'''

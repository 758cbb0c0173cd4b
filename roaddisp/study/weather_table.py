"""Weather of our own table; it also makes the axis of the run."""

from __future__ import annotations

from dataclasses import dataclass
from typing import Any

import numpy as np

from roaddisp.model import STABILITY_CLASSES, Clock, FloatArray, IntArray, StationHours
from roaddisp.study.columns import TableView
from roaddisp.study.hours import TimeRules, axis_of, caution_missing, read_times
from roaddisp.study.times import standard_offset


@dataclass(frozen=True)
class Weather:
    """What a weather table gives a run.

    Attributes
    ----------
    clock : Clock
    offset : int [minutes]
        Local standard time ahead of UTC.
    first_year : int
    hours : mapping
        Fields of `StationHours` but the place.
    """

    clock: Clock
    offset: int
    first_year: int
    hours: dict[str, Any]

    def at(self, longitude: float, latitude: float) -> StationHours:
        """Take the station's hours with the place where the sun is reckoned."""
        return StationHours(**self.hours, latitude=latitude, longitude=longitude)


def read_weather(view: TableView, rules: TimeRules) -> Weather | None:
    """Lay a weather table on its own axis; None where a row was refused."""
    columns = {
        name: view.numbers(name)
        for name in (
            "wind_from",
            "wind_speed",
            "temperature",
            "cloud",
            "ceiling",
            "mixing_height",
            "pressure",
        )
    }
    letters = view.words("stability")
    _check_sky(view)
    instants = read_times(view, rules)
    if not view.complete or not instants.first_year:
        return None
    offset = standard_offset(rules.zone, instants.first_year)
    axis = axis_of(view, instants, rules.zone, offset)
    if axis is None or not view.clean:
        return None
    clock, hour = axis
    size = clock.standard.size

    def laid(name: str, nothing: float = np.nan) -> FloatArray:
        values = np.full(size, np.nan)
        values[hour] = columns[name]
        return values if np.isnan(nothing) else np.where(np.isnan(values), nothing, values)

    by_letter = view.has("stability")
    hours = {
        "wind_from": laid("wind_from"),
        "wind_speed": laid("wind_speed"),
        "temperature": laid("temperature"),
        "stability": _codes(letters, hour, size) if by_letter else None,
        "cloud": None if by_letter else laid("cloud"),
        "ceiling": None if by_letter else laid("ceiling", np.inf),
        "mixing_height": laid("mixing_height", np.inf),
        "pressure": laid("pressure"),
    }
    weather = Weather(clock, offset, instants.first_year, hours)
    _caution(view, weather, hour)
    return weather


def _check_sky(view: TableView) -> None:
    if view.has("stability") or view.has("cloud"):
        if view.has("stability") and view.has("cloud"):
            view.caution(
                "stability is given: the cloud column is not used",
                "cloud",
                mend="leave out stability to derive it from cloud",
            )
        return
    view.complete = False
    if not view.clean and view.has("solar"):
        return
    view.problems.error(
        "neither stability nor cloud is given",
        file=view.table.file,
        place=view.table.place(),
        allowed="a column 'stability' (A to F), or 'cloud [tenths]' with 'ceiling [m]'",
        mend="add one of them",
    )


def _codes(letters: list[str], hour: IntArray, size: int) -> IntArray:
    codes = np.full(size, -1, dtype=np.int64)
    codes[hour] = [STABILITY_CLASSES.find(letter) if letter else -1 for letter in letters]
    return codes


def _caution(view: TableView, weather: Weather, hour: IntArray) -> None:
    clock, hours = weather.clock, weather.hours
    absent = np.ones(clock.standard.size, dtype=bool)
    absent[hour] = False
    caution_missing(view, clock, absent, "a row")
    for name in ("wind_speed", "temperature", "stability", "cloud"):
        values = hours[name]
        if values is not None:
            missing = values < 0 if name == "stability" else np.isnan(values)
            caution_missing(view, clock, missing & ~absent, name, name)
    direction = np.isnan(hours["wind_from"]) & ~absent & (hours["wind_speed"] >= 1.0)
    caution_missing(view, clock, direction, "wind_from, with wind of 1 m/s or more,", "wind_from")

'''

The answer is every line in the data where the word "False" appears.

• _Response to this task_
    view.complete = False
    absent[hour] = False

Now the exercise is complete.